My guinea pigs’ diet consists of unlimited hay, vegetables, and pellets. Hay is the most important component of their diet because guinea pigs need unlimited hay not only for nutrition but also for wearing down their teeth. I normally feed them timothy hay, but star grass and meadow hay are good alternatives too. I used to feed them alfalfa hay when they were young, but now that they’re older I don’t feed them that anymore since alfalfa is only suitable for young or pregnant pigs.
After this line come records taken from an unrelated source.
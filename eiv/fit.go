package eiv

import (
	"fmt"
	"math"
	"sync"
	"sync/atomic"

	"gonum.org/v1/gonum/stat/distuv"
)

// Method names an estimator.
type Method string

// The estimators.
const (
	MethodOLS            Method = "ols"
	MethodDeming         Method = "deming"
	MethodWeightedDeming Method = "weighted_deming"
	MethodYork           Method = "york"
)

// Interval is a two-sided confidence interval.
type Interval struct {
	Lower, Upper float64
	Level        float64 // nominal coverage, e.g. 0.95
	Method       string  // how it was formed: "t", "normal", "jackknife-t", ...
}

// Estimate is one fitted parameter with its uncertainty.
type Estimate struct {
	Value float64
	// SE is the standard error on the basis the method documents (see Fit).
	SE float64
	// SEScaled is SE multiplied by √MSWD (York only; zero otherwise).
	SEScaled float64
	// CI is the confidence interval at Fit.Confidence. An estimate without
	// uncertainty (Passing–Bablok with too few slopes, a comparison without
	// resamples or leave-one-out lines) has CI.Method empty, and its SE and
	// CI are then unset zeros, not values.
	CI Interval
}

// Fit is the result of one estimator. Fields that a method does not define
// are zero; the Method field says which apply.
type Fit struct {
	Method Method
	N      int // number of points used

	// Slope and Intercept of y = Intercept + Slope·x, in the units of y per
	// unit of x and of y. Standard-error basis by method:
	//   ols             classical, residual variance with n−2 df
	//   deming          large-sample (Fuller 1987, Theorem 1.3.1)
	//   weighted_deming jackknife (Linnet 1990)
	//   york            York et al. (2004), at the adjusted points, from the
	//                   stated uncertainties alone (unscaled)
	Slope, Intercept Estimate
	// CovSlopeIntercept is cov(slope, intercept) on the same basis as the SEs.
	CovSlopeIntercept float64
	// Centre is the line at a central abscissa with its uncertainty on the
	// same basis as the SEs, from which predictions are formed without the
	// cancellation of var(a) + x0²·var(b) + 2·x0·cov(a, b) far from the
	// origin. Nil when the method states none (At then uses that form).
	Centre *Centre
	// Confidence is the nominal level of every interval in the fit.
	Confidence float64

	// ResidualSD is √(Σe²/(n−2)) of the vertical residuals e = y − a − b·x
	// (ols, deming, weighted_deming). For weighted_deming the residuals are
	// weighted by 1/level, e_i/((x̂_i + ŷ_i)/2), so ResidualSD is a relative
	// SD (dimensionless, a coefficient of variation).
	ResidualSD float64
	// RSquared is the coefficient of determination (ols), in [0, 1].
	RSquared float64
	// Lambda is the error-variance ratio var(y error)/var(x error) used
	// (deming, weighted_deming; for weighted_deming the ratio of relative variances).
	Lambda float64

	// Chi2 is Σ W_i (y_i − a − b·x_i)² with York's weights W_i (york).
	Chi2 float64
	// DOF is n − 2.
	DOF int
	// MSWD is Chi2/DOF (york).
	MSWD float64
	// PValue is P(χ²_DOF ≥ Chi2): small values say the scatter exceeds the
	// stated uncertainties (york).
	PValue float64
	// Iterations done by an iterative method, and whether it met its tolerance.
	Iterations int
	Converged  bool

	// Jackknife holds leave-one-out standard errors and intervals, when computed.
	Jackknife *Jackknife

	// Warnings are non-fatal diagnostics, each a *Warning.
	Warnings []error
}

// Jackknife is the leave-one-out estimate of uncertainty (Quenouille 1956;
// Tukey 1958; as used for Deming by Linnet 1990, Stat. Med. 9:1463).
type Jackknife struct {
	Slope, Intercept Estimate // Value is the full-sample estimate; SE and CI from the jackknife
	Cov              float64  // jackknife covariance of slope and intercept
	// Pseudo holds the leave-one-out slopes and intercepts (length N each),
	// used for BCa acceleration. Nil when not kept.
	SlopeLOO, InterceptLOO []float64
	// Centre is the jackknife's uncertainty of the line at a central
	// abscissa and its covariance with the slope (nil when not computed).
	Centre *Centre
}

// Centre is a fitted line seen from a central abscissa X (the mean of x
// for OLS and Deming, the weighted mean for weighted Deming):
//
//	ŷ(x0) = Y + b·(x0 − X)
//	var ŷ(x0) = SE² + 2·(x0 − X)·Cov + (x0 − X)²·var(b)
//
// Every term is small where the data are, so the form keeps its digits
// when x is far from 0 (x ~ 1e9 with a spread of 1).
type Centre struct {
	X, Y float64
	SE   float64 // standard error of ŷ(X)
	Cov  float64 // cov(ŷ(X), b); 0 for OLS and Deming at the mean of x
}

// DefaultConfidence is the confidence level used when an option leaves it zero.
const DefaultConfidence = 0.95

func checkConfidence(c float64) (float64, error) {
	if c == 0 {
		return DefaultConfidence, nil
	}
	if !(c > 0 && c < 1) {
		return 0, &OptionError{Option: "confidence", Reason: "must lie strictly between 0 and 1"}
	}
	return c, nil
}

// tQuantile returns the two-sided critical value of Student's t with df degrees
// of freedom at the given confidence. The inverse incomplete beta function
// behind it costs microseconds, so values are remembered (up to
// quantileCacheMax distinct pairs, so that no client can grow the cache
// without bound).
func tQuantile(conf float64, df int) float64 {
	k := quantileKey{conf, df}
	if v, ok := quantileCache.Load(k); ok {
		return v.(float64)
	}
	q := distuv.StudentsT{Mu: 0, Sigma: 1, Nu: float64(df)}.Quantile(0.5 + conf/2)
	if quantileCount.Add(1) <= quantileCacheMax {
		quantileCache.Store(k, q)
	}
	return q
}

type quantileKey struct {
	conf float64
	df   int
}

const quantileCacheMax = 4096

var (
	quantileCache sync.Map
	quantileCount atomic.Int64
)

// zQuantile returns the two-sided standard normal critical value.
func zQuantile(conf float64) float64 {
	return distuv.UnitNormal.Quantile(0.5 + conf/2)
}

func symmetric(v, half, level float64, method string) Interval {
	return Interval{Lower: v - half, Upper: v + half, Level: level, Method: method}
}

func allFinite(v ...float64) bool {
	for _, f := range v {
		if math.IsNaN(f) || math.IsInf(f, 0) {
			return false
		}
	}
	return true
}

// finite is the last check of every estimator: a result with a NaN or an
// infinity anywhere (slopes near the double limits, a degenerate
// jackknife) is an error, never an answer.
func (f *Fit) finite() error {
	ok := allFinite(f.Slope.Value, f.Slope.SE, f.Slope.SEScaled, f.Slope.CI.Lower, f.Slope.CI.Upper,
		f.Intercept.Value, f.Intercept.SE, f.Intercept.SEScaled, f.Intercept.CI.Lower, f.Intercept.CI.Upper,
		f.CovSlopeIntercept, f.ResidualSD, f.RSquared, f.Lambda, f.Chi2, f.MSWD, f.PValue)
	if j := f.Jackknife; j != nil {
		ok = ok && allFinite(j.Slope.SE, j.Slope.CI.Lower, j.Slope.CI.Upper, j.Intercept.SE, j.Intercept.CI.Lower, j.Intercept.CI.Upper, j.Cov)
		if c := j.Centre; c != nil {
			ok = ok && allFinite(c.X, c.Y, c.SE, c.Cov)
		}
	}
	if c := f.Centre; c != nil {
		ok = ok && allFinite(c.X, c.Y, c.SE, c.Cov)
	}
	if !ok {
		return fmt.Errorf("%w: %s's result leaves the double-precision range", ErrDegenerate, f.Method)
	}
	return nil
}
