// iterate runs the York iteration from slope b with the points taken
// relative to (cx, cy), and returns the line with the weighted centroid of
// its last pass.
//
// Each iteration is one pass over the data. With the points taken relative
// to the previous iteration's weighted centroid c (X′ = X − c_x, Y′ = Y − c_y)
// and δ = ΣW·X′/ΣW (and likewise for y) the small remaining shift,
// York's β_i = W_i(α_i·U_i + γ_i·V_i) with α = σy² − b·ρ, γ = b·σx² − ρ,
// ρ = r·σx·σy, U = X′ − δx, V = Y′ − δy, so that
//
//	ΣWβV = ΣW²α(X′Y′) − δy·ΣW²αX′ − δx·ΣW²αY′ + δxδy·ΣW²α + ΣW²γY′² − 2δy·ΣW²γY′ + δy²·ΣW²γ
//
// and likewise ΣWβU: thirteen sums gathered in one pass. As the iteration
// converges, c tends to the centroid and δ to zero, so the corrections
// cost no precision.
//
// York's map is g(b) = ΣWβV/ΣWβU = b + h(b)/ΣWβU with h = ΣWβ(V − bU)
// = −½·dS/db, so its fixed points are the stationary points of S, and a
// root of f = g − b is a minimum of S where f′·ΣWβU < 0. A secant step on
// f converges superlinearly, but to any root, maxima included: it is
// taken only when the secant's f′ has that sign (and it stays within the
// plain step's reach), else the plain step.
//
// The iteration stops when the relative slope change is at most Tol, or
// when it has reached the rounding floor of the data: the change is below
// 1e-12 and no longer shrinking, or the iterates cycle. Otherwise it stops
// at MaxIter with a *ConvergenceError.
func (yk *york) iterate(x, y, sx, sy, r []float64, cx, cy, b float64) (yorkLine, error) {
	if !allFinite(b) {
		return yorkLine{}, fmt.Errorf("%w: no starting slope (x is constant)", ErrDegenerate)
	}
	prev2 := math.NaN()
	var pb, pg float64 // the previous slope and its image g(pb)
	change, prevChange := math.Inf(1), math.Inf(1)
	minimum := 0
	for iter := 1; iter <= yk.maxIter; iter++ {
		var s yorkSums
		var err error
		if yk.skipping {
			ok := false
			if f := yk.first; f != nil && iter == 1 && cx == f.cx && cy == f.cy {
				s, ok = f.skipping(yk.skip, b)
			}
			if !ok {
				s, err = yk.passSkipping(x, y, sx, sy, r, cx, cy, b)
			}
		} else {
			s, err = yorkPassAll(x, y, sx, sy, r, cx, cy, b)
		}
		if err != nil {
			return yorkLine{iter: iter}, err
		}
		nb, dx, dy, den := s.step()
		if !allFinite(nb) {
			return yorkLine{iter: iter}, fmt.Errorf("%w: the York iteration left the finite range", ErrDegenerate)
		}
		cx, cy = cx+dx, cy+dy // the weighted centroid for slope b
		change = math.Abs(nb - b)
		if nb != 0 {
			change /= math.Abs(nb)
		}
		if change <= yk.tol || nb == prev2 || (change < 1e-12 && change >= prevChange) {
			return yorkLine{b: nb, cx: cx, cy: cy, iter: iter, minimum: minimum}, nil
		}
		next := nb
		if iter > 1 {
			f0, f1 := pg-pb, nb-b
			d := f1 - f0
			if math.Abs(b-pb) >= 1e-8*math.Abs(b) {
				// Steps this long measure f′ far above rounding.
				minimum = 0
				if s := d / (b - pb) * den; s < 0 {
					minimum = 1
				} else if s > 0 {
					minimum = -1
				}
			}
			if d != 0 && (d/(b-pb))*den < 0 {
				if sb := b - f1*(b-pb)/d; math.Abs(sb-nb) <= 2*math.Abs(nb-b) && allFinite(sb) {
					next = sb
				}
			}
		}
		pb, pg = b, nb
		prev2, b, prevChange = b, next, change
	}
	return yorkLine{iter: yk.maxIter}, &ConvergenceError{Method: MethodYork, Iterations: yk.maxIter, Change: change}
}
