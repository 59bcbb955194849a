package eiv

import (
	"fmt"
	"math"
)

// Concordance is Lin's (1989, Biometrics 45:255; correction 2000, 56:324)
// concordance correlation coefficient of x and y, split into precision and
// accuracy: ρ_c = ρ·C_b.
type Concordance struct {
	N int
	// CCC is ρ_c = 2·s_xy/(s_x² + s_y² + (x̄ − ȳ)²), moments with divisor n,
	// with the interval tanh(z ± z_{(1+c)/2}·σ_z), z = atanh(ρ_c), σ_z² Lin's
	// asymptotic variance of z (below). SE is σ_z·(1 − ρ_c²), the delta-method
	// SE on the original scale, for tables.
	CCC Estimate
	// Precision is Pearson's ρ (how far the points lie from their own line).
	Precision float64
	// Accuracy is C_b = ρ_c/ρ = 2/(v + 1/v + u²), v = s_x/s_y,
	// u = (x̄ − ȳ)/√(s_x·s_y) (how far that line lies from identity).
	Accuracy float64
	// Location shift u and scale shift v.
	LocationShift, ScaleShift float64
}

// LinCCC computes Lin's concordance correlation coefficient. Lin's
// variance of z = atanh(ρ_c), with n − 2 in the denominator as in the
// 2000 correction:
//
//	σ_z² = 1/(n−2)·[ (1−ρ²)ρ_c²/((1−ρ_c²)ρ²) + 2ρ_c³(1−ρ_c)u²/(ρ(1−ρ_c²)²)
//	                − ρ_c⁴u⁴/(2ρ²(1−ρ_c²)²) ]
//
// It needs n ≥ 4, x and y not constant, and |ρ_c| < 1.
func LinCCC(x, y []float64, opt *Options) (*Concordance, error) {
	conf, err := opt.confidence()
	if err != nil {
		return nil, err
	}
	if err := checkXY(x, y); err != nil {
		return nil, err
	}
	n := len(x)
	if n < 4 {
		return nil, fmt.Errorf("%w: the concordance interval needs at least 4 points", ErrTooFewPoints)
	}
	m := centredMoments(x, y)
	fn := float64(n)
	sxx, syy, sxy := m.sxx/fn, m.syy/fn, m.sxy/fn
	if !(sxx > 0 && syy > 0) {
		return nil, fmt.Errorf("%w: x or y is constant, so the concordance is undefined", ErrDegenerate)
	}
	dm := m.mx - m.my
	rc := 2 * sxy / (sxx + syy + dm*dm)
	rho := sxy / math.Sqrt(sxx*syy)
	if !(math.Abs(rc) < 1) || rho == 0 {
		return nil, fmt.Errorf("%w: the concordance is exactly ±1 or the correlation is 0; no interval", ErrDegenerate)
	}
	u := dm / math.Sqrt(math.Sqrt(sxx*syy))
	v := math.Sqrt(sxx / syy)
	q := 1 - rc*rc
	vz := ((1-rho*rho)*rc*rc/(q*rho*rho) +
		2*rc*rc*rc*(1-rc)*u*u/(rho*q*q) -
		rc*rc*rc*rc*u*u*u*u/(2*rho*rho*q*q)) / float64(n-2)
	if !(vz > 0) {
		return nil, fmt.Errorf("%w: Lin's variance is not positive", ErrDegenerate)
	}
	sz := math.Sqrt(vz)
	z := math.Atanh(rc)
	h := zQuantile(conf) * sz
	c := &Concordance{
		N: n,
		CCC: Estimate{Value: rc, SE: sz * q, CI: Interval{Lower: math.Tanh(z - h), Upper: math.Tanh(z + h), Level: conf,
			Method: "Fisher z, Lin's asymptotic variance"}},
		Precision:     rho,
		Accuracy:      rc / rho,
		LocationShift: u,
		ScaleShift:    v,
	}
	return c, nil
}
As for vegetables, you should feed them veggies with high vitamin C content because just like us, they get their vitamin C from external sources such as food and vitamins. Some of the veggies that I give on a daily basis are lettuce, tomatoes, bellpeppers, and cucumbers. You can also give them fruits as treats. They should not be fed fruits daily because they have high sugar content.
For pellets, I don’t feed pellets mixed with seeds and nuts since they are choking hazards for guinea pigs. When choosing pellets, you should consider the vitamin C content and the base ingredient. Most pellets that are being sold in the Philippines are alfalfa-based, which means that they may be too rich for adult guinea pigs and may cause illness or weight problems. When I feed alfalfa pellets, I just limit the serving and give them more vegetables and hay instead. Hope this helped!
Hi! I’ve seen litter boxes being sold in Cartimar and Bonifacio High Street. But you can also make your own using corrugated plastic. They’re easy to come by in any National Bookstore branch.
Piggies love to poo and pee where they eat, so I put their hay holder above the box. Soon, you’ll see that most of their waste will go in the litter box (apart from their hidey houses), which will make it easier to clean 🙂
For adoption, we still don’t have shelters here in the Philippines so the best way is to join various guinea pig groups on Facebook or other social networking sites. A lot of users post photos of their adoptable guinea pigs so you have many choices from different locations. You can also purchase guinea pigs from these groups since many breeders are also active in the community.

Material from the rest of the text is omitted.